Dans la nuit de nos doutes, dans la nuit de nos peurs, dans la nuit de nos abandons, nous pouvons avoir cette certitude que Jésus est avec nous. A-t-il abandonné ses apôtres dans la barque pendant qu’il priait son Père ? Ou les accompagnait-il déjà de sa prière pendant qu’ils entamaient leur traversée et que la barque était battue par les flots ? Cette page d’évangile nous assure de la présence de Jésus à nos côtés avec la même force que le font les textes de sa résurrection. Nous pouvons mettre notre confiance en Jésus, sûrs qu’il ne nous abandonnera jamais lorsque notre vie sera livrée aux vents contraire. Avec la même assurance que Jésus, nous pouvons avancer dans un monde contraire. Pierre semblait l’avoir compris quand il s’est mis à fanfaronner : Seigneur, si c’est bien toi, ordonne-moi de venir vers toi sur l’eau. Il a bien commencé son chemin, à l’appel de Jésus, mais, voyant qu’il y avait du vent, il eut peur. Et lorsque nous avons peur des vents contraires, lorsque le Mal nous effraie parce que nous le croyons plus fort, alors nous coulons, alors le Mal nous submerge, alors l’Adversaire gagne la partie. Comme Pierre, nous devons crier vers Jésus : Seigneur, sauve-moi !, pour qu’il intervienne en notre faveur, pour qu’il montre sa puissance, pour qu’il se manifeste à nous selon ce que nous disons de lui dans la foi : il est vainqueur du Mal et de la Mort.
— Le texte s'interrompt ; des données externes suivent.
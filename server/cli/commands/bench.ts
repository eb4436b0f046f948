import path from 'node:path';
import { pathToFileURL } from 'node:url';
import type { CommandContext, ExitCode } from '../command.ts';
import { WrongUse } from './command-arguments.ts';
import { printResult, say } from './print-result.ts';

/** What this command uses of the benchmarks, which stand beside the tests and are loaded only when they are asked for. */
interface Benchmarks<Bench> {
  readonly benches: readonly (Bench & { readonly name: string; readonly about: string })[];
  readonly runBench: (bench: Bench) => Promise<{
    readonly bench: { readonly compare: 'at least' | 'at most' };
    readonly finding: { readonly plain: string; readonly ours: string; readonly fault: string | null };
    readonly line: {
      readonly bench: string;
      readonly ratio: number;
      readonly gate: number;
      readonly ok: boolean | 'busy';
      readonly idleShare: number;
    };
  }>;
}

const WIDTHS = [12, 10, 14, 6, 6, 44];

/**
 * `muslin bench NAMES`: the product against the plain way of doing the same, both timed in this process by turns. A table on
 * standard error, a JSON line for each on standard output; ends with 1 when a gate is missed on a quiet machine.
 */
export async function bench({ args, rootDir }: CommandContext): Promise<ExitCode> {
  const { benches, runBench }: Benchmarks<unknown> = await import(
    pathToFileURL(path.join(rootDir, 'tests/bench/run-benches.ts')).href
  );
  const unknown = args.filter((name) => !benches.some((each) => each.name === name));
  if (args.length === 0 || unknown.length > 0) {
    const choice = benches.map(({ name, about }) => `  ${name.padEnd(WIDTHS[0] ?? 0)} ${about}`).join('\n');
    const wrong =
      unknown.length === 0 ? 'Name the benchmarks to run.' : `There is no benchmark "${unknown.join('", "')}".`;
    throw new WrongUse(`${wrong} There are:\n${choice}`);
  }
  sayRow(['bench', 'ratio', 'gate', 'ok', 'idle', 'plain / ours']);
  let missed = false;
  for (const each of benches.filter(({ name }) => args.includes(name))) {
    const report = await runBench(each);
    const { line, finding } = report;
    const { ratio, gate, ok, idleShare } = line;
    const sides = finding.fault ?? `${finding.plain} / ${finding.ours}`;
    sayRow([line.bench, String(ratio), `${report.bench.compare} ${gate}`, okWord(ok), idleShare.toFixed(2), sides]);
    printResult({ ...line });
    missed ||= ok === false;
  }
  return missed ? 1 : 0;
}

function okWord(ok: boolean | 'busy'): string {
  return ok === 'busy' ? 'busy' : ok ? 'yes' : 'no';
}

function sayRow(cells: readonly string[]): void {
  say(
    cells
      .map((cell, column) => cell.padEnd(WIDTHS[column] ?? 0))
      .join(' ')
      .trimEnd(),
  );
}
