import type { Knex } from 'knex';
import type { RuleName } from '#engine/weather-files/quality/quality-options.ts';

export interface StationView {
  readonly id: string;
  readonly name: string;
  readonly latitude: number;
  readonly longitude: number;
  readonly elevationM: number;
  readonly utcOffsetMin: number;
  readonly zone: string;
  readonly wmoNumber: string | null;
  readonly years: number;
  readonly files: number;
}

const STATION = `
  select stations.id, stations.name, stations.latitude, stations.longitude, stations.elevation_m as "elevationM",
    stations.utc_offset_min as "utcOffsetMin", stations.zone, stations.wmo_number as "wmoNumber",
    count(weather_files.id) filter (where weather_files.status = 'accepted')::integer as years,
    count(weather_files.id)::integer as files
  from stations
  left join weather_files on weather_files.station_id = stations.id`;

/** One page of the team's stations by name. */
export async function listStationViews(
  db: Knex,
  page: { teamId: string; text?: string | undefined; page: number; limit: number },
): Promise<{ views: readonly StationView[]; total: number }> {
  const pattern = page.text ? `%${page.text.replace(/[\\%_]/g, (character) => `\\${character}`)}%` : '%';
  const where = `stations.team_id = :teamId and stations.merged_into is null
    and (stations.name ilike :pattern or coalesce(stations.wmo_number, '') ilike :pattern)`;
  const values = { teamId: page.teamId, pattern };
  const [listed, counted] = await Promise.all([
    db.raw<{ rows: StationView[] }>(
      `${STATION} where ${where} group by stations.id
       order by lower(stations.name), stations.id limit :limit offset :skipped`,
      { ...values, limit: page.limit, skipped: (page.page - 1) * page.limit },
    ),
    db.raw<{ rows: [{ total: number }] }>(`select count(*)::integer as total from stations where ${where}`, values),
  ]);
  return { views: listed.rows, total: counted.rows[0].total };
}

/** `null` when the team has no such station, or it was merged into another. */
export async function findStationView(
  db: Knex,
  key: { teamId: string; stationId: string },
): Promise<StationView | null> {
  const { rows } = await db.raw<{ rows: StationView[] }>(
    `${STATION} where stations.team_id = :teamId and stations.id = :stationId and stations.merged_into is null
     group by stations.id`,
    key,
  );
  return rows[0] ?? null;
}

export interface RuleOffView {
  readonly rule: RuleName;
  readonly reason: string;
  readonly setBy: string;
  readonly setAt: Date;
}

export async function listRulesOff(
  db: Knex,
  key: { teamId: string; stationId: string },
): Promise<readonly RuleOffView[]> {
  const { rows } = await db.raw<{ rows: RuleOffView[] }>(
    `select rules_off.rule, rules_off.reason, people.name as "setBy", rules_off.set_at as "setAt"
     from rules_off join people on people.id = rules_off.set_by
     where rules_off.team_id = :teamId and rules_off.station_id = :stationId
     order by rules_off.rule`,
    key,
  );
  return rows;
}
Pierre et Jésus remontent dans la barque et le vent tomba. Là où est Jésus il n’y a pas de place pour l’Adversaire ; là où est Jésus, selon la parole du psalmiste, justice et paix s’embrassent, amour et vérité se rencontrent. Il n’y a pas de place pour la peur, il n’y a pas de place pour le Mal, il n’y a pas de place pour la Mort. Le comprenant, les disciples peuvent confesser leur foi : Vraiment tu es le Fils de Dieu. C’est ce que nous ferons tout à l’heure, répondant à la parole entendue par notre foi en Dieu Père, Fils et Esprit Saint, Dieu avec nous, toujours et partout. Et nous sommes tellement sûrs de sa présence et de sa bonté pour nous, que nous lui confierons le monde pour qu’il intervienne là où nous ne pouvons plus rien.
Quand notre vie est secouée par les vents de l’adversité, souvenons-nous de ces Apôtres dans leur barque, rejoints à la fin de la nuit par Jésus, marchant sur les eaux : et nous retrouverons confiance, nous découvrant accompagnés par celui qui a vaincu tous les obstacles, par celui qui a offert sa vie pour que la nôtre soit à la dimension de celle de Dieu. Et nous pourrons faire nôtre cette prière : Dieu est mon rocher, mon salut : d’en haut, il tend la main pour me saisir, il me retire du gouffre des eaux. Amen.